- _EXERCISE INSTRUCTIONS_: Look below and pull out each line with the word "DisplayNameInput".

Records drawn from a dataset:
+--
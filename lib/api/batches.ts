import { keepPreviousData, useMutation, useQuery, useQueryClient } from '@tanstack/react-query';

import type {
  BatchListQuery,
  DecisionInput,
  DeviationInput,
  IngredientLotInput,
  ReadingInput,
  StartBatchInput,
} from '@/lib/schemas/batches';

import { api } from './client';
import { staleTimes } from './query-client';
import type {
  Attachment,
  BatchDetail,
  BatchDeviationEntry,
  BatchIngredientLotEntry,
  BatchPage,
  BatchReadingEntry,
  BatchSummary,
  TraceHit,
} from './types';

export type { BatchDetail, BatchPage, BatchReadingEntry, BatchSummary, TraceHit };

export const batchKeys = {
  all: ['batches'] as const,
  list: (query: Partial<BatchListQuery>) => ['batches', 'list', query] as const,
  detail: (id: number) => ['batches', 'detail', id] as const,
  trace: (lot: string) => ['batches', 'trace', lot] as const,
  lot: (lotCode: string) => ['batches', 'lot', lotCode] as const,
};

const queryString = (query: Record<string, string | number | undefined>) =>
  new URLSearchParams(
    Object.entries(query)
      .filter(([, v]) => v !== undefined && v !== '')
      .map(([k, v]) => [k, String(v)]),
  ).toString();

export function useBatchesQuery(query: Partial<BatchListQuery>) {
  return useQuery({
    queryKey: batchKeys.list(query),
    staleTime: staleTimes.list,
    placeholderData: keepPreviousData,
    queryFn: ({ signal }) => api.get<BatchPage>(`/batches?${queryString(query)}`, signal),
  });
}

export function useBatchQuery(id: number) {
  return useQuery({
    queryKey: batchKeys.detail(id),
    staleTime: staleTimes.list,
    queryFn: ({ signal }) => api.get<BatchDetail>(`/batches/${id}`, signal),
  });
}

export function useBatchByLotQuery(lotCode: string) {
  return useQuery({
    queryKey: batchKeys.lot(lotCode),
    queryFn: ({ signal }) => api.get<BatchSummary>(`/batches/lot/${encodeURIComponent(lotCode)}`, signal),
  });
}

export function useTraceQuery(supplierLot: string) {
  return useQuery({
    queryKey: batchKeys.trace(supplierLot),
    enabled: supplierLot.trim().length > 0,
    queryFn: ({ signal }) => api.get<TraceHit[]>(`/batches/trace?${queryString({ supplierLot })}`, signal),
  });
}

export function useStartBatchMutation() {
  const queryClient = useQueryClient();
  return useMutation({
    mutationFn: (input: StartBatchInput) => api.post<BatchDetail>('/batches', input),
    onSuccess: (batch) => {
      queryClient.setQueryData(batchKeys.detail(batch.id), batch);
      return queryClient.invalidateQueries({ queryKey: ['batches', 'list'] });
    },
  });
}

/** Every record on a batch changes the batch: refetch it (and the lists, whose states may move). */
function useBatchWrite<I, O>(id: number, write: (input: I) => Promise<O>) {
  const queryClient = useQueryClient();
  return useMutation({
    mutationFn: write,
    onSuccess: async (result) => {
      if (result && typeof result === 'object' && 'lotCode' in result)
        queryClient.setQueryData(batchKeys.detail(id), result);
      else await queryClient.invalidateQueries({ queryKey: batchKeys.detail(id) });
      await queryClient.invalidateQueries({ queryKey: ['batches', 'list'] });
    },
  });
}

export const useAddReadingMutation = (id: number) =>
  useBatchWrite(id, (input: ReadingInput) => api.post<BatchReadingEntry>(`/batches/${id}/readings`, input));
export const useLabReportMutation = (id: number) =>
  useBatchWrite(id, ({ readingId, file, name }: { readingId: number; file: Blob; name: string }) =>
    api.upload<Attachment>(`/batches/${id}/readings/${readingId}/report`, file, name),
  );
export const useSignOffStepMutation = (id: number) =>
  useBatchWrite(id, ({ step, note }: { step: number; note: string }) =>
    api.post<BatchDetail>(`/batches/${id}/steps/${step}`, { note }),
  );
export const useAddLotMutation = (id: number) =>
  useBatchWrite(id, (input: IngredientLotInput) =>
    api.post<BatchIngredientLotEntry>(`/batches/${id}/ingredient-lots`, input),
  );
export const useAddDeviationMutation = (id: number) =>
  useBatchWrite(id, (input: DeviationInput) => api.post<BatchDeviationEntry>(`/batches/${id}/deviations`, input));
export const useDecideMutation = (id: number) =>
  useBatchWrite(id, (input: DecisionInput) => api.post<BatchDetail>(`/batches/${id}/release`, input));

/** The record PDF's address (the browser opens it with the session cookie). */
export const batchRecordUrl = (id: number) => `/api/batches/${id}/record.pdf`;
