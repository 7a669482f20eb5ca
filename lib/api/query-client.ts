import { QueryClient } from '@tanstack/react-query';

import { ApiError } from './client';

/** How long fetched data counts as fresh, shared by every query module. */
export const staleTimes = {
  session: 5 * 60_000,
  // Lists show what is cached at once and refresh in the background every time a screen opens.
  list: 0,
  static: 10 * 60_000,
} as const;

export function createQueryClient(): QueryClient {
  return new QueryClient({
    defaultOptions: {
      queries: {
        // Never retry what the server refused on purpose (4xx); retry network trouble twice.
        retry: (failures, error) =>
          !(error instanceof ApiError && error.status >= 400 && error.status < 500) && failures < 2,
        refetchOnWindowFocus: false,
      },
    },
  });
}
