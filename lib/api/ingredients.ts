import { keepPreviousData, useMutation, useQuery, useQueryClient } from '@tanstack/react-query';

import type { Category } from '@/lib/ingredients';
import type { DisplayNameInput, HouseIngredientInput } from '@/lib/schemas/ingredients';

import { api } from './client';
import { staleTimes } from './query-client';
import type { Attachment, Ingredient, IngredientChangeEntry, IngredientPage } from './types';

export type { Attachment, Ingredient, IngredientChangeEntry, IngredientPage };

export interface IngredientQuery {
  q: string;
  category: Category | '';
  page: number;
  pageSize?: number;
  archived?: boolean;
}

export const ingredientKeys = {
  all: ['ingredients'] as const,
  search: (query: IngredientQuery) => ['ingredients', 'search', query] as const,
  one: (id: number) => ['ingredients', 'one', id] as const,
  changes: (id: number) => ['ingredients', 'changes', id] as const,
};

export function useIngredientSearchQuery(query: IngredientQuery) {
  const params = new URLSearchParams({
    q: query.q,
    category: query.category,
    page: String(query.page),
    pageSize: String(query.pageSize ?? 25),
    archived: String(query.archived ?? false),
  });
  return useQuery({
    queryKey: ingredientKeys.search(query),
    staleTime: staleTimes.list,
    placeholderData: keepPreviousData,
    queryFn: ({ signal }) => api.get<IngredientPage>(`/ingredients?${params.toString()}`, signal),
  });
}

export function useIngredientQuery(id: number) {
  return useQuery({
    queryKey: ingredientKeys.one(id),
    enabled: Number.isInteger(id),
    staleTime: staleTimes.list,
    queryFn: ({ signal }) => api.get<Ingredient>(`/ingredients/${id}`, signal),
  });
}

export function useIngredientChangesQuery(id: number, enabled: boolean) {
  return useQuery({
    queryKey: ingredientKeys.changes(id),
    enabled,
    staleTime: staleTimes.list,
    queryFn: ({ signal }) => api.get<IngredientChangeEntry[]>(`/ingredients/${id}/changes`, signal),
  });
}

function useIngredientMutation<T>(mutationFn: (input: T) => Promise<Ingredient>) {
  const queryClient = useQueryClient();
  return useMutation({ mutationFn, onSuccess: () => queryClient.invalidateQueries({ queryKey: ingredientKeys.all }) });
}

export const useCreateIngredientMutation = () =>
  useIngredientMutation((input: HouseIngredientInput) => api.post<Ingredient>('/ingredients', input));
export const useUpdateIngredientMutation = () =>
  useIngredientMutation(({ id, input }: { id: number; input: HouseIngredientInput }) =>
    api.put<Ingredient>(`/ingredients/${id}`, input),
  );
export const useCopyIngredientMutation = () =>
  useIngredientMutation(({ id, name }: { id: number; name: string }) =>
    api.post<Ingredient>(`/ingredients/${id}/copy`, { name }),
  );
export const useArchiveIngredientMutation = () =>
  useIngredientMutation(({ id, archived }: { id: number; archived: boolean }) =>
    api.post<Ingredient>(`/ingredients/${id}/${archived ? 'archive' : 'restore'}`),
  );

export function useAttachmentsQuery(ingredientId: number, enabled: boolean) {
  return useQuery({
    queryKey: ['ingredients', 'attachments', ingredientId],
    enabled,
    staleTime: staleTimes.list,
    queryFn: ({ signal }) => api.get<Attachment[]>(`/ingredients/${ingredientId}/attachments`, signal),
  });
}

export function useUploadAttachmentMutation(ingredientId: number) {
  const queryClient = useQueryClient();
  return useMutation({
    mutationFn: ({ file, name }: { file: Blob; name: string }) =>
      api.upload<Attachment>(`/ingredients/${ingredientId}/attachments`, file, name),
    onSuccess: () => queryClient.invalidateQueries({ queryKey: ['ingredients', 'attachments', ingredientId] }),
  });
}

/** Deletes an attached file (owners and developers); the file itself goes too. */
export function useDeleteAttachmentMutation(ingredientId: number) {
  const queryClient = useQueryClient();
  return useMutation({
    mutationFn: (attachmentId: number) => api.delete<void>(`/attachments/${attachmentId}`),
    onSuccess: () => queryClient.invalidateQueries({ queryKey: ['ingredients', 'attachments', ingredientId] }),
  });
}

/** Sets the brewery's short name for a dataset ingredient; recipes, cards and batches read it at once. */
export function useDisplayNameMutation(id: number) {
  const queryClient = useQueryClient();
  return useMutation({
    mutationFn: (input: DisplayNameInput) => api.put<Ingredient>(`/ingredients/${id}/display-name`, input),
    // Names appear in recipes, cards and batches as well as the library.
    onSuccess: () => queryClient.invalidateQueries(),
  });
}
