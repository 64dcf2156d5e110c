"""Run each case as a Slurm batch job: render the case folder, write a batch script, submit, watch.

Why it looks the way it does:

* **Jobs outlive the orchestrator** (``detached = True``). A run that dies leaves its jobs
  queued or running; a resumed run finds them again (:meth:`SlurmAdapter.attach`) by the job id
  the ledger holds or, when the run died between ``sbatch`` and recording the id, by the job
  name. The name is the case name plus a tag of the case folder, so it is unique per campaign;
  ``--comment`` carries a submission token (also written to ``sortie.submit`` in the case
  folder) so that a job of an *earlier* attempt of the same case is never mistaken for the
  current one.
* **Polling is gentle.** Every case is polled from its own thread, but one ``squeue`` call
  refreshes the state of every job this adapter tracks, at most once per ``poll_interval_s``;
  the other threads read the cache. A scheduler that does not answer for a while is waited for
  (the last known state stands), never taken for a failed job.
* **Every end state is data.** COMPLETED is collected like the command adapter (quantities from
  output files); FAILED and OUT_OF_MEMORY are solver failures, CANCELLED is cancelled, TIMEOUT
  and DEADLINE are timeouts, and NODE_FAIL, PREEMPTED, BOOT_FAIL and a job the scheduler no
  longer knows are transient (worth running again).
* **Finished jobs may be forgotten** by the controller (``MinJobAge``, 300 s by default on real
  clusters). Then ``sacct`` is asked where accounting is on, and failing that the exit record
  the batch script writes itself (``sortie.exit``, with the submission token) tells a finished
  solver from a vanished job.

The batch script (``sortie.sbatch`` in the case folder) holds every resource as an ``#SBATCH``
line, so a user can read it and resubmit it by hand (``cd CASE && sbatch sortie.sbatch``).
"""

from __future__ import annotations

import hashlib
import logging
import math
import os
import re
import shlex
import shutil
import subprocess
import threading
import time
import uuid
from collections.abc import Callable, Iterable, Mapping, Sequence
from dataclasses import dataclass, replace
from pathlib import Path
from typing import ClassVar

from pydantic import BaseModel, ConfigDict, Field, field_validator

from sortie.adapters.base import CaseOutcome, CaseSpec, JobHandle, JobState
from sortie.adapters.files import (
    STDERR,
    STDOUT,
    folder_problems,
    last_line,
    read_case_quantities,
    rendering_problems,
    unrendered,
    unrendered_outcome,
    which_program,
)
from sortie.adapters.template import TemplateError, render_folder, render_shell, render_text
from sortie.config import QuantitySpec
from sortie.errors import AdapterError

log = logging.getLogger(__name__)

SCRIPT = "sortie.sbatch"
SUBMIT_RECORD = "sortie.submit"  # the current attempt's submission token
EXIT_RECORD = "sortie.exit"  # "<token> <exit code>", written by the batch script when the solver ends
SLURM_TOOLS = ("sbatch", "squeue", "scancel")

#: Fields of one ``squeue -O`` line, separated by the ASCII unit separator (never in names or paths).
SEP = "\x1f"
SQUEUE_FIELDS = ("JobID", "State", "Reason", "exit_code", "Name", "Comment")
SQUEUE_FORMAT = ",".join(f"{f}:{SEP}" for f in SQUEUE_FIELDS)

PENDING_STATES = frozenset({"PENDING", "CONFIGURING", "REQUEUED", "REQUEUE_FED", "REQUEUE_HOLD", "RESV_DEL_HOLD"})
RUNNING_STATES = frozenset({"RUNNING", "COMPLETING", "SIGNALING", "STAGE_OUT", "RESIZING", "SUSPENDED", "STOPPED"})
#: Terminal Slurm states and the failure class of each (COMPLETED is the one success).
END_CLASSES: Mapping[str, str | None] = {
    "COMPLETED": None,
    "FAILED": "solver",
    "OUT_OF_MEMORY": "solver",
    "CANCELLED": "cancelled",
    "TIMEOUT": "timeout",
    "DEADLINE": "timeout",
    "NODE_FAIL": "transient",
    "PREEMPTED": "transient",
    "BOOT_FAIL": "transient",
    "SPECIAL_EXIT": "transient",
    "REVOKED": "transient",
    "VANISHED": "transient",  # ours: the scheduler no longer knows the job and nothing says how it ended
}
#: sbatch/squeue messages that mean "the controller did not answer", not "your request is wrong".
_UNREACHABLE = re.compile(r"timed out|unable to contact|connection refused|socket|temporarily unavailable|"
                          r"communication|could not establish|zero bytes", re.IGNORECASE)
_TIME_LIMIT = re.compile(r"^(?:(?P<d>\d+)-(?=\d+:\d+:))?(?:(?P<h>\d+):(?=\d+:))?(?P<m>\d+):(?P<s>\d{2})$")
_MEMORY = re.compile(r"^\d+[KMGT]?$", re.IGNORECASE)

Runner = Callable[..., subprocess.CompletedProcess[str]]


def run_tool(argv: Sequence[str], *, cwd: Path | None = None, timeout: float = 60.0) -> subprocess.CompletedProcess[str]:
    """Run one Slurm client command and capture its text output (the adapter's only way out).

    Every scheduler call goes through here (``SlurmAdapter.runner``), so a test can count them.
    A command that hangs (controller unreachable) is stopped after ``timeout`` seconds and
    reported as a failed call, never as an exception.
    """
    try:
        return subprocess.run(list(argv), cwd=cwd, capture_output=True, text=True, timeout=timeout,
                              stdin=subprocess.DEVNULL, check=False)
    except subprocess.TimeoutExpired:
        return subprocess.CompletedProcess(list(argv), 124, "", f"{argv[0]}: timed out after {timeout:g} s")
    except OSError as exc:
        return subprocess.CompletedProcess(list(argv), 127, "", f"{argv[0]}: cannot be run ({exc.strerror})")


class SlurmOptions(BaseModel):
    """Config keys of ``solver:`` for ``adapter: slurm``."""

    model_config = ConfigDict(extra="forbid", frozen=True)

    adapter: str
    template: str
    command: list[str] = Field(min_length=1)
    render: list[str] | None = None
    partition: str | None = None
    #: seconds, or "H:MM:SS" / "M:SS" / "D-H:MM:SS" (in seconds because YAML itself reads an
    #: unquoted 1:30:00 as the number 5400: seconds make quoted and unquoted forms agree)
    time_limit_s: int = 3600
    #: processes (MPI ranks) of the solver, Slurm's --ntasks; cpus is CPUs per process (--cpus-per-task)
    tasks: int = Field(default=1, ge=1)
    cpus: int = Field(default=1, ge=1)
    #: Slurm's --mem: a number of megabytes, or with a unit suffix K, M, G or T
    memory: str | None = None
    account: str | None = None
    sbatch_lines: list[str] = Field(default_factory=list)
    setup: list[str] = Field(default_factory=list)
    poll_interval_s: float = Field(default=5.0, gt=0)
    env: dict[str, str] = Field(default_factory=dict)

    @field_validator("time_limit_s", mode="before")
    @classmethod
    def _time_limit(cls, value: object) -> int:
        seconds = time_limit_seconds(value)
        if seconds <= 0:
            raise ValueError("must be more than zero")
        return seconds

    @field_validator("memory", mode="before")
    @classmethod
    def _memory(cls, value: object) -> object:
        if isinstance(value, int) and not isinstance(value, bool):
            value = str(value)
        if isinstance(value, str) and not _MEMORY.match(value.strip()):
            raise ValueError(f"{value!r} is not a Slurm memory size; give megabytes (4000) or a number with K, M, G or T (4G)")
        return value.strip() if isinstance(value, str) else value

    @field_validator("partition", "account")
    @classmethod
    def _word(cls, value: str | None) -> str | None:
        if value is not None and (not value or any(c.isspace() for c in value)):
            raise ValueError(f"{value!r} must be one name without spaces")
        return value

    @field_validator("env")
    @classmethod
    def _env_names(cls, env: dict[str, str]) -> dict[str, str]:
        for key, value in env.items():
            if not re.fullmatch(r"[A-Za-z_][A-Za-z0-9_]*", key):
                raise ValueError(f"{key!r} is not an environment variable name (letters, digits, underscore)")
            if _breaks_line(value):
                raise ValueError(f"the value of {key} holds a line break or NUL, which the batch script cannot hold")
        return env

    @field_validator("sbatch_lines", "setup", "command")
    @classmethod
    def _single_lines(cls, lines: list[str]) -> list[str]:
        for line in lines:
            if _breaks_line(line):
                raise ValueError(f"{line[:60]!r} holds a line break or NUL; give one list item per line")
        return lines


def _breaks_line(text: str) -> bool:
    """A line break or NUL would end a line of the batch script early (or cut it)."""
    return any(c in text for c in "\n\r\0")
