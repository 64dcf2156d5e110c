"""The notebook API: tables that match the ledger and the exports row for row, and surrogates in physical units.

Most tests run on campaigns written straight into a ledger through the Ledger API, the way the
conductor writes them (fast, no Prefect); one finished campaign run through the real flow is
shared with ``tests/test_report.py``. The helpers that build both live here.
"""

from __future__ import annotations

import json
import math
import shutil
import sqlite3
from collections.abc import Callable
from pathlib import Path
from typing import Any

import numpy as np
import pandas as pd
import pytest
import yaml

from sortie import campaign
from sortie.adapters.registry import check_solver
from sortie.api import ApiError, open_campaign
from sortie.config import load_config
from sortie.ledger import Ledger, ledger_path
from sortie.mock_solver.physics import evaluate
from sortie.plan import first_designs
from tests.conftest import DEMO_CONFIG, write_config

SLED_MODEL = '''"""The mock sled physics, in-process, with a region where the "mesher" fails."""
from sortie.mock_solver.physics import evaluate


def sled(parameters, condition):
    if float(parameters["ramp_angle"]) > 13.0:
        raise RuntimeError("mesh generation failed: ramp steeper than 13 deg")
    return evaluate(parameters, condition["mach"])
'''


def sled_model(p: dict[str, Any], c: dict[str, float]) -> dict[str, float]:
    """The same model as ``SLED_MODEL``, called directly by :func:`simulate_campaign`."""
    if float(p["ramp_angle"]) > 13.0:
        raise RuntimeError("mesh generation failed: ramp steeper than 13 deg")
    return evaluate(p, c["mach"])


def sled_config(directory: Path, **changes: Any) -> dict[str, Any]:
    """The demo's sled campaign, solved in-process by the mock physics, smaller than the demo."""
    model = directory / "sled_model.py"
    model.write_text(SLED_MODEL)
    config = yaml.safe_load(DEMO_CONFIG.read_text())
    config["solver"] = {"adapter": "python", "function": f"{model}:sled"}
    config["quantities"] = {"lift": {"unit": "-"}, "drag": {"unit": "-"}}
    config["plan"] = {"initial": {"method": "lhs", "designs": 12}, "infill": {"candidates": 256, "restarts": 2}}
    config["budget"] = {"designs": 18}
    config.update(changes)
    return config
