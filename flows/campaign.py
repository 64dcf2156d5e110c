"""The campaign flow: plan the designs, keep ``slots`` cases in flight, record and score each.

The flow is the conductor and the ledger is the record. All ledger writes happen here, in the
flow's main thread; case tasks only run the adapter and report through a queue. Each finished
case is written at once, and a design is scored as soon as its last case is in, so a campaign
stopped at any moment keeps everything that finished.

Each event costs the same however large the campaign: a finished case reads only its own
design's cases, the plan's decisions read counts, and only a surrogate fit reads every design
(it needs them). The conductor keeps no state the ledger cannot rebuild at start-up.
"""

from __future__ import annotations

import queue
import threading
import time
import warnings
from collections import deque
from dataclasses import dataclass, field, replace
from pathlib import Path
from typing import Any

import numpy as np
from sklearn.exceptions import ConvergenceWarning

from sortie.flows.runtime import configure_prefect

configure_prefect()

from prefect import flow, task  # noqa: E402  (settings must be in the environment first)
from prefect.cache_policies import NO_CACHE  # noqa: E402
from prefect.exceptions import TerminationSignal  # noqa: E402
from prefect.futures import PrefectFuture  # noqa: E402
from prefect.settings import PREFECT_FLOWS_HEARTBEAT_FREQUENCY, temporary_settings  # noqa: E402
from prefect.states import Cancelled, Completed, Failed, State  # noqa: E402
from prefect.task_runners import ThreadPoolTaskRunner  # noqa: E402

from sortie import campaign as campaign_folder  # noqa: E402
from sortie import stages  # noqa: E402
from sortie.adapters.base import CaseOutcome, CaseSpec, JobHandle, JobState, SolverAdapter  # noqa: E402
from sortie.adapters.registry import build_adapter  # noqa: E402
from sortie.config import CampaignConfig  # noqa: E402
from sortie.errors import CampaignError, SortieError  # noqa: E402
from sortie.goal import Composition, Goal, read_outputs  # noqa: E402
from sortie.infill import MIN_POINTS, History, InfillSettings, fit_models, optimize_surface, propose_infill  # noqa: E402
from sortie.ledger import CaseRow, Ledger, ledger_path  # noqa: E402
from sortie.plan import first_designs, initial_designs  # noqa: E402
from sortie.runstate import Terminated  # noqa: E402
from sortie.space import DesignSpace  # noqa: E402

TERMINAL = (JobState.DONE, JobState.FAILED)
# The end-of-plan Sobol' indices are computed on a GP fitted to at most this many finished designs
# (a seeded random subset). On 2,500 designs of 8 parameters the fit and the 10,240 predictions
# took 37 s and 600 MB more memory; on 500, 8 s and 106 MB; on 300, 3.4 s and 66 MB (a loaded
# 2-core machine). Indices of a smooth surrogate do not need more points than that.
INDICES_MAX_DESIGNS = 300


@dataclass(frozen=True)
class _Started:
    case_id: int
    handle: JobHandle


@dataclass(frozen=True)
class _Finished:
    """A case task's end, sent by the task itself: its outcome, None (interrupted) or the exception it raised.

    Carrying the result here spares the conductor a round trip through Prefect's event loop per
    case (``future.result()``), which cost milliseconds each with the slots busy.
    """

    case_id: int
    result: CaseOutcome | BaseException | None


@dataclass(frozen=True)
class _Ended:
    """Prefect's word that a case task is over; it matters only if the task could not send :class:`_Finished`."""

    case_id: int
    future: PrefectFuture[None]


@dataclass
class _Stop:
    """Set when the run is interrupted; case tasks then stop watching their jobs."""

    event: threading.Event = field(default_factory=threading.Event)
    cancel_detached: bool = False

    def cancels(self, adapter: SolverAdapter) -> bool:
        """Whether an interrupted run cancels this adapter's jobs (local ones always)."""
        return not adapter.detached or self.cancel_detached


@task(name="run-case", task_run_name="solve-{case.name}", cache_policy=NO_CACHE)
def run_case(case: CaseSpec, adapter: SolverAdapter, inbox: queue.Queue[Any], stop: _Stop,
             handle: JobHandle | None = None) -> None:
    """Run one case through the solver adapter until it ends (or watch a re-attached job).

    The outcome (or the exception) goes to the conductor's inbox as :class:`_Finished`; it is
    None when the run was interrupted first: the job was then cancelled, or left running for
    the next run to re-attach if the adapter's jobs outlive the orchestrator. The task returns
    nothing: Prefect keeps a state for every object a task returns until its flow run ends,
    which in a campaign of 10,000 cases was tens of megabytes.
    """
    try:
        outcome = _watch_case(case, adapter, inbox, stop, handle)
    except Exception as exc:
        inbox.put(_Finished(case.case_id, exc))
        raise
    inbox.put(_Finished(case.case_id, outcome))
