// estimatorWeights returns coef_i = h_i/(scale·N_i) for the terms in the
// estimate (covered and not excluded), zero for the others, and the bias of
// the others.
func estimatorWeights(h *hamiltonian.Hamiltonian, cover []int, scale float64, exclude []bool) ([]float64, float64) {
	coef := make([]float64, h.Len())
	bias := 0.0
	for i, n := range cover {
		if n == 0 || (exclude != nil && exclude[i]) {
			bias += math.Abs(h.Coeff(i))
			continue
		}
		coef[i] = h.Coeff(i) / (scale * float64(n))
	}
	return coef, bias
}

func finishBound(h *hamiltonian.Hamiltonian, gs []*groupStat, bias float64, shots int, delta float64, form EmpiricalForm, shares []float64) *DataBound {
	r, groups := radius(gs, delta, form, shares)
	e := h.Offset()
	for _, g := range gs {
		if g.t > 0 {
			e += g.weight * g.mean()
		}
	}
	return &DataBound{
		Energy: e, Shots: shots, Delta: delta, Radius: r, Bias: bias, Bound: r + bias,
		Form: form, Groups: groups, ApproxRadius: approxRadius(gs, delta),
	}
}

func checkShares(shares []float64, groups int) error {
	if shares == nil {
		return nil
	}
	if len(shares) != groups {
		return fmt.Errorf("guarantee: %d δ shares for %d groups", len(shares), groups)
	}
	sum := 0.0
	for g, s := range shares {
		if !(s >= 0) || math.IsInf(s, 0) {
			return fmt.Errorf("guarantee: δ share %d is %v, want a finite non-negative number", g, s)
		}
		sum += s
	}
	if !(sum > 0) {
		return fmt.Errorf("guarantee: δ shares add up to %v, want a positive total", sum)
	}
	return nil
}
+--
- _TASK OUTPUT_:
import type { DisplayNameInput, HouseIngredientInput } from '@/lib/schemas/ingredients';
    mutationFn: (input: DisplayNameInput) => api.put<Ingredient>(`/ingredients/${id}/display-name`, input),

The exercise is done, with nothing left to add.